DATA FOR THE TASK section start

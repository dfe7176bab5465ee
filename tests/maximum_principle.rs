//! A harmonic fill never leaves the range of the known values around each hole (discrete maximum
//! principle: each unknown is the mean of its in-image neighbours; textbook, e.g. LeVeque, Finite
//! Difference Methods for ODEs and PDEs, SIAM 2007, §3.4; ORACLES.md §3).

// Source: discrete maximum principle, LeVeque, Finite Difference Methods for ODEs and PDEs,
// SIAM 2007, §3.4 (textbook); the f32 rounding slack is half an ulp of the values (common practice).

use reweave::fill::{FillParams, fill};
use reweave::synth::{MaskFamily, Rng};

#[test]
fn filled_values_stay_within_each_holes_rim() {
    let n = 128;
    for (k, family) in MaskFamily::ALL.into_iter().enumerate() {
        let mask = family.mask(n, 40 + k as u64);
        let mut rng = Rng::new(k as u64 + 3);
        let original: Vec<f32> = (0..n * n).map(|_| (1000.0 * rng.uniform()) as f32).collect();
        let mut plane = original.clone();
        let params = FillParams { tolerance: 1e-10, ..FillParams::default() };
        fill(&mut [&mut plane[..]], &mask, &params).expect("fill converges");
        let (labels, sizes) = mask.label_holes();
        let mut lo = vec![f32::MAX; sizes.len() + 1];
        let mut hi = vec![f32::MIN; sizes.len() + 1];
        for p in 0..n * n {
            if labels[p] != 0 {
                continue;
            }
            let (x, y) = (p % n, p / n);
            let nbrs = [
                (x > 0).then(|| p - 1),
                (x + 1 < n).then(|| p + 1),
                (y > 0).then(|| p - n),
                (y + 1 < n).then(|| p + n),
            ];
            for q in nbrs.into_iter().flatten() {
                let l = labels[q] as usize;
                lo[l] = lo[l].min(original[p]);
                hi[l] = hi[l].max(original[p]);
            }
        }
        for p in 0..n * n {
            let l = labels[p] as usize;
            if l == 0 {
                assert_eq!(plane[p].to_bits(), original[p].to_bits(), "{family}: known pixel changed");
                continue;
            }
            // Rounding slack: the f64 solution is stored as f32 (half an ulp of 1000 is 3e-5).
            let slack = 1e-4;
            assert!(
                plane[p] >= lo[l] - slack && plane[p] <= hi[l] + slack,
                "{family}: hole {l} value {} outside its rim range [{}, {}]",
                plane[p],
                lo[l],
                hi[l]
            );
        }
    }
}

DATA FOR THE TASK section end

YOUR GOAL: Where the line containing "plane[p] >= lo[l]" appears, begin a word-for-word copy and carry it through the last line of the listing, leaving out all other lines.

TASK ANSWER:
                plane[p] >= lo[l] - slack && plane[p] <= hi[l] + slack,
                "{family}: hole {l} value {} outside its rim range [{}, {}]",
                plane[p],
                lo[l],
                hi[l]
            );
        }
    }
}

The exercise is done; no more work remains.